Towards Understanding Distilled Reasoning Models: A Representational Approach
David D. Baek, Max Tegmark
TL;DR
This work investigates how distillation reshapes reasoning features in large language models by training a sparse crosscoder on Qwen-series models and their fine-tuned variants. It identifies unique reasoning feature directions in distilled models, including self-reflection and computation verification, and demonstrates their causal role through ablation and steering experiments. The study also reveals that larger distilled models develop more structured representations, as evidenced by improved parallelogram-geometry metrics, linking model size, distillation, and representation organization.
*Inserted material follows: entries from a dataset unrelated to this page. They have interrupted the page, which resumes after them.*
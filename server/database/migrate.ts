import type { Sequelize } from 'sequelize';
import { SequelizeStorage, Umzug } from 'umzug';
import { migrations } from './migrations';

/** Umzug over the owner's connection. */
export function migrator(owner: Sequelize): Umzug<Sequelize> {
  return new Umzug<Sequelize>({
    migrations: migrations.map((migration) => ({
      name: migration.name,
      up: () => migration.up(owner),
      down: () => migration.down(owner),
    })),
    context: owner,
    storage: new SequelizeStorage({ sequelize: owner, tableName: 'migrations' }),
    logger: undefined,
  });
}
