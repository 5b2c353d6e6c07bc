/**
 * Huber's bound for residuals of one, two and three components with unit covariance: each is
 * passed by the same share (17.9 %) of good observations as k = 1.345 in one dimension, which keeps
 * 95 % efficiency. k² is the 0.8214 quantile of χ² with that many degrees of freedom.
 * Source: P. J. Huber, Robust Statistics, Wiley 1981 (k = 1.345 from memory).
 */
const bounds = [1.345, 1.8559, 2.2167];

/** min(1, k/|u|): the weight that Huber's loss leaves an observation with residual size |u|. */
export function huberWeight(size: number, components = 1): number {
  const bound = bounds[components - 1];
  return size > bound ? bound / size : 1;
}
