import { describe, expect, it } from '@jest/globals';
import { minimise, type LeastSquaresProblem } from './levenberg-marquardt';

/** H. H. Rosenbrock, Computer J. 3 (1960) 175: a curved valley, least at (1, 1). */
const valley: LeastSquaresProblem = {
  freedom: 2,
  evaluate: ([x, y]) => ({
    residuals: Float64Array.of(10 * (y - x * x), 1 - x),
    jacobian: () => Float64Array.of(-20 * x, -1, 10, 0),
  }),
};

describe('Levenberg–Marquardt', () => {
  it('follows a curved valley to its end', () => {
    const { x, sumOfSquares, converged } = minimise(valley, Float64Array.of(-1.2, 1));
    expect(converged).toBe(true);
    expect(x[0]).toBeCloseTo(1, 12);
    expect(x[1]).toBeCloseTo(1, 12);
    expect(sumOfSquares).toBeLessThan(1e-25);
  });

  it('says when it was not given the time', () => {
    expect(minimise(valley, Float64Array.of(-1.2, 1), { maxIterations: 2 }).converged).toBe(false);
  });

  it('finds a least sum of squares that is not zero', () => {
    const { x, sumOfSquares } = minimise(
      {
        freedom: 1,
        evaluate: ([t]) => ({
          residuals: Float64Array.of(t - 1, t - 2, t - 6),
          jacobian: () => Float64Array.of(1, 1, 1),
        }),
      },
      Float64Array.of(100),
    );
    expect(x[0]).toBeCloseTo(3, 13);
    expect(sumOfSquares).toBeCloseTo(14, 12);
  });

  it('stays on a circle where its moves lead along one', () => {
    const target = [3, 4];
    const { x, converged } = minimise(
      {
        freedom: 1,
        evaluate: ([px, py]) => ({
          residuals: Float64Array.of(px - target[0], py - target[1]),
          jacobian: () => Float64Array.of(-py, px),
        }),
        move: ([px, py], [step]) => {
          const [qx, qy] = [px - step * py, py + step * px];
          const length = Math.hypot(qx, qy);
          return Float64Array.of(qx / length, qy / length);
        },
      },
      Float64Array.of(1, 0),
      { scaling: false },
    );
    expect(converged).toBe(true);
    // far from the circle, |r|² is flat to 1e-15 within the root of that
    expect(x[0]).toBeCloseTo(0.6, 6);
    expect(x[1]).toBeCloseTo(0.8, 6);
  });

  it('stops where it may not move, and where there is nothing to move', () => {
    const stuck = minimise({ ...valley, move: () => null }, Float64Array.of(-1.2, 1));
    expect(Array.from(stuck.x)).toEqual([-1.2, 1]);
    const none = minimise(
      {
        freedom: 0,
        evaluate: () => ({
          residuals: Float64Array.of(2),
          jacobian: () => new Float64Array(0),
        }),
      },
      Float64Array.of(5),
    );
    expect(none).toMatchObject({ converged: true, sumOfSquares: 4 });
  });
});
Overall, the findings advance transparency and reliability in AI systems by elucidating how distillation alters internal reasoning features and their geometry.
Abstract
In this paper, we investigate how model distillation impacts the development of reasoning features in large language models (LLMs). To explore this, we train a crosscoder on Qwen-series models and their fine-tuned variants. Our results suggest that the crosscoder learns features corresponding to various types of reasoning, including self-reflection and computation verification. Moreover, we observe that distilled models contain unique reasoning feature directions, which could be used to steer the model into over-thinking or incisive-thinking mode. In particular, we perform analysis on four specific reasoning categories: (a) self-reflection, (b) deductive reasoning, (c) alternative reasoning, and (d) contrastive reasoning. Finally, we examine the changes in feature geometry resulting from the distillation process and find indications that larger distilled models may develop more structured representations, which correlate with enhanced distillation performance. By providing insights into how distillation modifies the model, our study contributes to enhancing the transparency and reliability of AI systems.